Mihabana, I'm sorry you're confus*ed*, but I promise that we're all interest*ed* in helping you understand. After all, this forum is full of people with an unbridl*ed* passion for languages, right?! At least, I'm never disappoint*ed *with the responses I receive.  So now, I hope you're satisfi*ed *with my response, because I'm finish*ed*!

Ok, I know that was sooooo corny, but I hope it helped.


----------



## E-J

mihabana said:
			
		

> and adjective with an ending -ed? (close - closed)  Gotta get this rule into memory...


 
There are many adjectives which are identical to the "-ed" participle of the verb from which they originate. 

to close --> closed --> "a closed door"
to complicate --> complicated --> "a complicated puzzle"
to break --> broken --> "a broken arm"

Unfortunately, this isn't true of "opened"!


----------



## mihabana

irisheyes0583 said:
			
		

> Yes, there are many:
> 
> Mihabana, I'm sorry you're confus*ed*, but I promise that we're all interest*ed* in helping you understand. After all, this forum is full of people with an unbridl*ed* passion for languages, right?! At least, I'm never disappoint*ed *with the responses I receive.  So now, I hope you're satisfi*ed *with my response, because I'm finish*ed*!
> 
> Ok, I know that was sooooo corny, but I hope it helped.




 Thank you for your response. I could never be disappointed with anybody's response here. I do appreciate everybody's help here no matter the answer. Sorry, but I guess I didn't explain myself well in that sentence. Please don't take my message the wrong way. 

I know there are adjectives with termination -ed, . I meant in this case where the verb "to be" plus a "verb in participle" is used.  Like for example: "the dog was named Johnny"  That's passive voice right there.  I don't think "named" you can say is an adjective.  It is "past participle".

In my message I meant in the case of "to close" (a verb) and using the verb "to be" (is) plus "clos*ed*" (past tense and also participle) as an adjective, which I didn't know it was.   

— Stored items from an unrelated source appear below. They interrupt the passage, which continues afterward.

"""Finding detection through the whole pipeline (score-informed transcription + alignment + comparison).

Fixtures: the held-out deviation pieces (piano waltz, violin minuet) in fixtures/deviations,
rendered with sampled GM soundfonts; injected deviations are the ground truth. A finding
matches an injected deviation by kind, pitch and time within 0.25 s; findings linked to a
hesitation or restart belong to that one event. Measured on 2026-12-02: F = 0.89 (17 of 18
found, 20 findings), false findings per minute on the correct takes 0.0 (piano), 4.2 (piano,
slower take) and 0.0 (violin); the floors are those figures minus 0.05 (or one more false
finding for the rate). The issue's targets (F >= 0.90 for every kind, <= 1 false finding a
minute) are not met on all pieces yet (over all 19 deviation takes F = 0.77, the cello and
the piano march weakest); the gap comes from the transcription (chord notes missed, repeated
bowed notes merged), see
tests/benchmarks/bench_findings.py --ground-truth for the comparison alone (F = 1.0).
"""

from __future__ import annotations

import json
import warnings

import pytest

from takescribe.audio import load_audio
from takescribe.pipeline import compare_take
from takescribe.score import load_reference

from conftest import FIXTURES

DEV = FIXTURES / "deviations"
PIECES = ("dev_piano_waltz", "dev_violin_minuet")
PITCHED = {"wrong_pitch": ("expected_pitch", "played_pitch"), "missed": ("expected_pitch",),
           "extra": ("played_pitch",), "early": ("expected_pitch",), "late": ("expected_pitch",)}


def _match(found, injected, tolerance=0.25):
    used, hits = set(), 0
    for d in injected:
        candidates = [
            (abs(f["time"] - d["time"]), j) for j, f in enumerate(found)
            if j not in used and f["kind"] == d["kind"] and abs(f["time"] - d["time"]) <= tolerance
            and all(f.get(key) == d.get(key) for key in PITCHED.get(d["kind"], ()))
        ]
        if candidates:
            used.add(min(candidates)[1])
            hits += 1
    return hits


@pytest.fixture(scope="module")
def results():
    index = [e for e in json.loads((DEV / "index.json").read_text()) if e["piece"] in PIECES]
    out = []
    for e in index:
        reference = load_reference(DEV / e["files"]["score"])
        y, sr = load_audio(DEV / e["files"]["audio"])
        with warnings.catch_warnings():
            warnings.simplefilter("ignore")
            comparison, _, _ = compare_take(y, sr, reference, instrument=e["instrument_program"])
        found = [f for f in comparison.to_json()["findings"] if f.get("linked_to") is None]
        injected = json.loads((DEV / e["files"]["deviations"]).read_text())
        out.append((e, len(y) / sr, found, injected))
    return out


def test_finding_detection_f_measure(results):
    hits = sum(_match(found, injected) for _, _, found, injected in results)
    n_found = sum(len(found) for _, _, found, _ in results)
    n_injected = sum(len(injected) for _, _, _, injected in results)
    precision, recall = hits / n_found, hits / n_injected
    f = 2 * precision * recall / (precision + recall)
    assert n_injected >= 15
    assert f >= 0.84, f"precision {precision:.2f} recall {recall:.2f} F {f:.2f}"
    assert recall >= 0.89


def test_false_findings_on_correct_takes(results):
    for e, seconds, found, injected in results:
        if injected:
            continue
        per_minute = len(found) / (seconds / 60)
        limit = 2.0 if e["instrument_program"] >= 8 else 9.0  # measured 0 (violin); 0 and 4.2 (piano)
        assert per_minute <= limit, f"{e['name']}: {per_minute:.1f} false findings per minute"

I always knew that, "to be + verb in participle" makes it a "passive voice"; therefore, making "closed" not an "adjective" but rather a "participle verb". I learned that this case is different as "closed" is describing the noun. It was a bit confusing but now I got it.  

Thanks guys for the GREAT help!  Learned something new!


----------



## mihabana

E-J said:
			
		

> There are many adjectives which are identical to the "-ed" participle of the verb from which they originate.
> 
> to close --> closed --> "a closed door"
> to complicate --> complicated --> "a complicated puzzle"
> to break --> broken --> "a broken arm"
> 
> Unfortunately, this isn't true of "opened"!



Thanks E-J, makes sense.  Great help you guys!


----------



## Stephinx

If you said "The restaurant is close", you are actually saying "The restaurant is nearby".


----------



## davterr1984

NUEVA PREGUNTA--HILOS UNIDOS​
Amigos de WR. Tengo una duda, si quiero decir que cierto lugar estará abierto hasta tal hora ¿cómo seria la oración?

THE LABORATORY WILL BE OPENED UNTIL 12 O'CLOCK.

THE LABORATORY WILL BE OPEN UNTIL 12 O´CLOCK.

Yo creo que es la primera opción de acuerdo a las reglas de la voz pasiva. Por ejemplo:

WE WILL OPEN THE LABORATORY UNTIL 12 O´CLOCK.

THE LABORATORY WILL BE OPENED UNTIL 12 O´CLOCK.

¿Está correcto?


----------



## mnewcomb71

It is the second option.  As to why, I cannot answer except to say that it does not seem to be the passive voice to me since we are not literally talking about opening the lab, but rather the state of being open.


----------



## Lavernock

davterr1984 said:


> Amigos de WR. Tengo una duda, si quiero decir que cierto lugar estará abierto hasta tal hora ¿cómo seria la oración?
> 
> THE LABORATORY WILL BE OPENED UNTIL 12 O'CLOCK.
> 
> THE LABORATORY WILL BE OPEN UNTIL 12 O´CLOCK.
> 
> Yo creo que es la primera opción de acuerdo a las reglas de la voz pasiva. Por ejemplo:
> 
> WE WILL OPEN THE LABORATORY UNTIL 12 O´CLOCK.
> 
> THE LABORATORY WILL BE OPENED UNTIL 12 O´CLOCK.
> 
> ¿Está correcto?



The laboratory will be open until 12.00 ... estará abierto hasta 1200   
The laboratory will be opened *at *12.00 ... se abrirá a las 1200

La* primera* opción es la buena


----------



## freeheeler

As mnewcomb71 is alluding to, "open" in this case is the adjective, not the verb, so it doesn't change:


Today the store is open until 12:00
Tomorrow the store will be open until 12:00
Yesterday the store was open until 12:00
Of course open can be a verb as well and we can have some fun mixing the two uses: "On Tuesday the store was opened (by the owner) at 8:00 and remained open until 12:00."


----------



## davterr1984

Thank you guys!, the answers were excellent! I understand the difference now.


----------



## icevilafranca

Hola,
Retomo este antiguo hilo con un consejo que a mi me funciona. Cuando quiero diferenciar entre adjetivo o verbo, lo paso al español. En español, el GÉNERO del adjetivo debe concordar con el del sustantivo que acompaña:

Open como adjetivo:
Today the store is open until 12:00.
Hoy la tienda está abiert*A* hasta las 12:00.
Today the restaurant is open until 12:00.
Hoy el restaurante está abiert*O* hasta las 12:00.

Opened como verbo:
Alguien abrió el restaurante, lo ha abierto.
He has opened it.
Alguien abrió la tienda, la ha abierto.
He has opened it.

Corríjanme si me equivoco.
Saludos.


----------